Awesome! Remember, your data is actually sitting in a file on S3 yet we were able to query it using normal SQL. How cool is that?! You can use SQL to really explore and filter your data in this way without having to actually load it into a database. That is the amazing power of Athena and the benefit of cataloging your data using AWS Glue!
The final piece of the puzzle is the visualization of your data. Being able to use SQL on data sitting in S3 sure is cool and powerful, but you can get a much better feel for your data with some simple visualizations, charts, and tables.
The first time you click on QuickSight, you will be greeted with a page telling you that you need to sign up for the service. You basically just click Sign up and go through the one or two steps to get your QuickSight environment created.
Once you are set up with QuickSight ready to go, you’ll need to create a data source and a few visualizations which are all pretty straightforward.
In my case, I created two data sources:
- With all the data from my craigslist Glue database
- One aggregated version to compute moving averages for things like price and price per square feet and also, number of unique listings per day.
I probably could have accomplished this in QuickSight with just the first data set but to be honest QuickSight is a bit limited with creating calculated fields compared to something like Tableau and I just didn’t want to spend the extra time figuring it out… so we will just use SQL to get the data as I want it.
First, on the QuickSight home page, go to:
- Manage Data.
- Next, select New data set.
- Select Athena as the data source.
- Give it a name and select Create data source.
On the next section, from the dropdown, select the name of your Athena database, in my case craigslist and select the table you want to use which will be the parquet table we created.
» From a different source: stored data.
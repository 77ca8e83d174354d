"""Leverage of catalogue numbers: against editing the catalogue row and compiling the study again."""

from __future__ import annotations

from dataclasses import replace

import numpy as np
import pytest

from archopt.inputs.parts import FAMILIES
from archopt.model.board import DirectStages
from archopt.model.evaluator import Evaluator, evaluate_in
from archopt.model.problem import compile_problem
from archopt.model.space import Designs
from archopt.trade.leverage import (
    LOSS_COLUMNS,
    PRICE_MARK,
    PRICE_SPREAD_PERCENT,
    Number,
    annual_kwh,
    leverage,
    loss_numbers,
    loss_rows,
    price_rows,
    used_rows,
)
from archopt.trade.pinned import pinned_problem


@pytest.fixture(scope="module")
def line_card(telecom):
    """The line card following the load, so that a supervisor is on board, and a stage with its own bias."""
    problem, row = telecom
    changes = {
        "bus_a.converter": "wide_bus_200w", "bus_a.control": "follow_load", "bus_a.lower_v": "6",
        "bus_a.upper_v": "12", "core.stage": "buck_40a_550k_own_bias", "board.bias": "bias_from_bus_4w",
    }  # fmt: skip
    row = problem.space.encode(changes, row)
    row = Evaluator(pinned_problem(problem, row)).decide(row[None])[0]
    return problem, row, loss_rows(problem, row)


def recompiled_kwh(problem, row, family: str, name: str, column: str, value: float) -> float:
    """Energy of the row in the problem compiled anew from a catalogue with one cell changed."""
    rows = dict(problem.catalogue.families[family])
    rows[name] = FAMILIES[family](**{**rows[name].model_dump(), column: value})
    catalogue = replace(problem.catalogue, families={**problem.catalogue.families, family: rows})
    other = compile_problem(problem.study, catalogue, problem.states)
    designs = Designs(other.layout, row[None])
    stages = DirectStages(other, other.states)
    return float(evaluate_in(other, other.states, designs, stages, exact=True).evaluation.objectives[0, 0])


def test_annual_energy_is_the_evaluators(line_card) -> None:
    problem, row, _ = line_card
    evaluator = Evaluator(pinned_problem(problem, row))
    expected = evaluator.evaluate(row[None], exact=True).objectives[0, 0]
    assert annual_kwh(problem, row[None])[0] == pytest.approx(expected, rel=1e-12)


@pytest.mark.parametrize(
    ("family", "column"),
    [
        ("buck_stages", "edge_fall_ns"), ("buck_stages", "low_side_gate_nc"), ("inductors", "inductance_nh"),
        ("inductors", "core_ripple_exponent"), ("bus_converters", "switching_w"),
        ("bus_converters", "output_exponent"), ("capacitors", "esr_mohm"), ("supervisors", "power_mw"),
        ("bias_supplies", "no_load_mw"), ("copper_foils", "finished_um"), ("input_paths", "resistance_mohm"),
    ],
)  # fmt: skip
def test_leverage_is_a_finite_difference_of_the_recompiled_study(line_card, family: str, column: str) -> None:
    problem, row, found = line_card
    base = annual_kwh(problem, row[None])[0]
    names = [name for kind, name in used_rows(problem, row) if kind == family]
    changes = []
    for name in names[:3]:
        mine = next(one for one in found if one["part"] == name and one["number"] == column)
        part = problem.catalogue.families[family][name]
        raised = getattr(part, column) * (1 + 0.01 * part.spread_percent)
        expected = recompiled_kwh(problem, row, family, name, column, raised) - base
        changes.append(expected)
        assert mine["energy_change_kwh"] == pytest.approx(expected, rel=1e-6, abs=1e-9)
        assert mine["value"] == getattr(part, column)
        assert mine["spread_percent"] == part.spread_percent
    assert any(change != 0.0 for change in changes)


def test_leverage_reaches_through_a_parent_rail(industrial) -> None:
    """A linear regulator below another rail, that rail's stage and coil: each against the recompiled study."""
    problem, row = industrial
    row = Evaluator(pinned_problem(problem, row)).decide(row[None])[0]
    designs = Designs(problem.layout, row[None])
    child = int(np.flatnonzero(designs.rail("feed")[0] >= 3)[0])
    parent = int(designs.rail("feed")[0, child]) - 3
    below, above = (problem.stages.names[int(designs.rail("stage")[0, r])] for r in (child, parent))
    family = "linear_regulators" if below in problem.catalogue.families["linear_regulators"] else "buck_stages"
    found = loss_rows(problem, row)
    base = annual_kwh(problem, row[None])[0]
    for kind, name, column in ((family, below, "quiescent_ma"), ("buck_stages", above, "low_side_mohm")):
        mine = next(one for one in found if one["part"] == name and one["number"] == column)
        raised = mine["value"] * (1 + 0.01 * mine["spread_percent"])
        expected = recompiled_kwh(problem, row, kind, name, column, raised) - base
        assert expected > 0.0
        assert mine["energy_change_kwh"] == pytest.approx(expected, rel=1e-6, abs=1e-9)


def test_supervisor_leverage_in_closed_form(line_card) -> None:
    """A constant power at the input node: its spread over the hours of the year, and a little in the path."""
    problem, _, found = line_card
    names = problem.supervisors.names
    one = next(one for one in found if one["number"] == "power_mw" and one["part"] in names)
    hours = problem.states.hours.sum()
    expected = one["value"] * 1e-6 * 0.01 * one["spread_percent"] * hours
    assert one["energy_change_kwh"] == pytest.approx(expected, rel=0.02)


def test_efficiency_is_off_by_the_spread_of_its_loss() -> None:
    """By hand: 90 % off by 20 % of its 10 % loss is 88 %, and never above one."""
    assert Number("bias_supplies", "x", "efficiency", 0.9, 20.0, "").raised == pytest.approx(0.88, rel=1e-12)


def test_price_leverage_is_pieces_times_price(line_card) -> None:
    problem, row, _ = line_card
    found = {one["part"]: one for one in price_rows(problem, row)}
    converter = found["wide_bus_200w"]
    part = problem.catalogue.families["bus_converters"]["wide_bus_200w"]
    assert converter["number"] == "price_1k", "4,000 pieces a year"
    assert converter["cost_change"] == pytest.approx(0.1 * part.price_1k, rel=1e-9)
    assert converter["energy_change_kwh"] == 0.0
    assert converter["spread_percent"] == PRICE_SPREAD_PERCENT
    assert converter["source"].startswith(PRICE_MARK)
    board = found["8_layers_2_pairs_2_oz"]
    per_cm2 = problem.catalogue.families["stacks"]["8_layers_2_pairs_2_oz"].price_per_cm2
    assert board["cost_change"] == pytest.approx(0.1 * per_cm2 * problem.study.board.area_cm2, rel=1e-9)


def test_most_leverage_comes_first_and_loss_numbers_before_prices(line_card) -> None:
    problem, row, every = line_card
    found = leverage(problem, row, count=5, prices=2)
    assert len(found) == 7
    sizes = sorted((abs(one["energy_change_kwh"]) for one in every), reverse=True)
    assert [abs(one["energy_change_kwh"]) for one in found[:5]] == pytest.approx(sizes[:5], rel=1e-12)
    assert all(one["cost_change"] > 0 for one in found[5:])
    assert all(one["source"] for one in found)


def test_every_loss_column_is_a_column_of_its_family_and_is_used() -> None:
    for family, columns in LOSS_COLUMNS.items():
        assert set(columns) <= set(FAMILIES[family].model_fields), family


def test_parts_not_on_the_board_have_no_leverage(telecom) -> None:
    problem, row = telecom
    row = Evaluator(pinned_problem(problem, row)).decide(row[None])[0]
    families = {number.family for number in loss_numbers(problem, row)}
    assert not families & {"supervisors", "bias_supplies", "single_stages", "linear_regulators"}
    stages = {number.name for number in loss_numbers(problem, row) if number.family == "buck_stages"}
    assert stages == {value for name, value in problem.study.incumbent.items() if name.endswith(".stage")}
    assert np.isfinite(annual_kwh(problem, row[None])[0])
Select through that, confirm, and save the new data source.
Now since I am creating a second data source that uses custom SQL, just repeat steps 1–4 but instead of selecting a table from a database as we did on that last step above, you are going to want to select Use custom SQL.
And then finally paste in or type out your custom SQL (which I would recommend first testing out that it works in the Athena console).
Here is a snippet of the custom query I am running:
Confirm query and save the data source.
FINALLY, the last step — creating the actual dashboard.
Go back to the QuickSight home page and find New analysis. Select one of your data sources from the list and then select Create analysis. You will now see a canvas with a blank chart box and your field list to the left. To add your second data source, click the pencil icon to the right of Data set which can be found right above the field list.
When the dialog box comes up, click on Add data set.
Select your secondary data set and click Select.
You can now create different charts that use either one of your two data sets. You can switch back and forth between them by clicking the dropdown as shown below.
I’m not actually going to go through how I pieced together my dashboard because that could be a whole new posting. This gets you far enough to where you can play around with how to create graphs on your own. And I will probably make another post on just creating graphs, editing, and publishing a dashboard.
I mainly wanted this article to focus on the data engineering piece as it related to Lambda, Glue, and Athena.
Last thing I wanted to mention was costs. Running the Glue crawlers everyday for the month of December cost me a whopping $1.45. Glue ETL Jobs are a bit more expensive as those are the ones running serverless Spark so I only have that job running once a week, costing me $3.67 for the month. Athena, QuickSight, and Lambda all cost me a combined $0.00. And lastly, S3 costs were $0.04 for the month. So for the cost of a fancy cup of coffee, I have a serverless data engineering project pulling data from craiglist everyday and refreshing a nice dashboard each week. Granted, the data is extremely small compared to “Big Data” workloads, but still much cheaper than provisioning servers and paying for Tableau licenses :).
I hope this article is helpful to others and I’d love to see what other pet projects people are using Glue for in the comments section.